Mit schlurfenden Pantoffeln schleppt sich Anais Borrego zum Esstisch, atmet schwer, stützt sich auf die Stuhllehne. "Körperliche Anstrengung ist für mich ein Horrortrip. Treppensteigen ist Wahnsinn. Es fühlt sich an wie ein Marathon. Das Herz ist ständig angestrengt, um meinen Kreislauf zu halten. Ich bin einfach nur erschöpft."
Vor drei Jahren ließ sie sich gegen Corona impfen. Nach der Booster-Impfung begannen die Probleme. Auf dem Heimweg kribbelte ihr Arm, ihre Hände zitterten und Schmerzen schossen bis in ihren Kopf. Als sie zu Hause ankam, fragte ihr Mann nur: "Was ist passiert?"

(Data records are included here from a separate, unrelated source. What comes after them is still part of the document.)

import type { DatabaseAccountName } from './grants'
import {
  defaultLocalOptions,
  ensureApplicationAccount,
  ensureDatabase,
  startLocalMariadb,
  type LocalMariadb,
} from './local-mariadb'

export interface ResolvedDatabase {
  /** the owner's account: migrations, grants, seeds and the tests' resets */
  url: string
  /** the application's account: what the server connects with (the owner's when only one) */
  appUrl: string
  /** the application's account to grant to after migrating; none when one account does both */
  applicationAccount: DatabaseAccountName | undefined
  /** set when the private server was started for this process; stop it on exit */
  local: LocalMariadb | undefined
}

export interface ExternalDatabase {
  /** the application's URL (DATABASE_URL) */
  url: string | undefined
  /** the owner's URL (DATABASE_OWNER_URL); without it, the application's account does both */
  ownerUrl?: string | undefined
  /** where the application's account connects from, as MariaDB names it (DATABASE_APP_HOST) */
  applicationHost?: string | undefined
}

function external(given: ExternalDatabase & { url: string }): ResolvedDatabase {
  const ownerUrl = given.ownerUrl ?? given.url
  const applicationAccount =
    ownerUrl === given.url
      ? undefined
      : {
          user: decodeURIComponent(new URL(given.url).username),
          host: given.applicationHost ?? '%',
        }
  return { url: ownerUrl, appUrl: given.url, applicationAccount, local: undefined }
}

/**
 * An external URL wins; otherwise the private MariaDB on loopback is started (installed first if
 * needed) and the named database created on it, with an owner and an application account.
 */
export async function resolveDatabase(
  given: ExternalDatabase | string | undefined,
  database: string,
): Promise<ResolvedDatabase> {
  const wanted = typeof given === 'object' ? given : { url: given }
  if (wanted.url) return external({ ...wanted, url: wanted.url })
  const local = await startLocalMariadb(defaultLocalOptions())
  const ownerUrl = await ensureDatabase(local.options, {
    database,
    user: 'fractolog',
    password: process.env.LOCAL_DB_PASSWORD ?? 'fractolog-local-only',
  })
  const user = 'fractolog_app'
  const appUrl = await ensureApplicationAccount(local.options, {
    database,
    user,
    password: process.env.LOCAL_DB_APP_PASSWORD ?? 'fractolog-app-local-only',
  })
  return {
    url: ownerUrl,
    appUrl,
    applicationAccount: { user, host: '127.0.0.1' },
    local: local.startedHere ? local : undefined,
  }
}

Post-Vac-Syndrom: Ein Leben auf Sparflamme
Früher stand die 32-jährige Sozialpädagogin mit beiden Füßen fest im Leben. Gemeinsam mit ihrem Mann kaufte sie ein kleines Haus in Balingen. Sie ist damals Ende zwanzig und voller Ideen diesen Ort mit Leben zu füllen. Doch das Leben hatte andere Pläne.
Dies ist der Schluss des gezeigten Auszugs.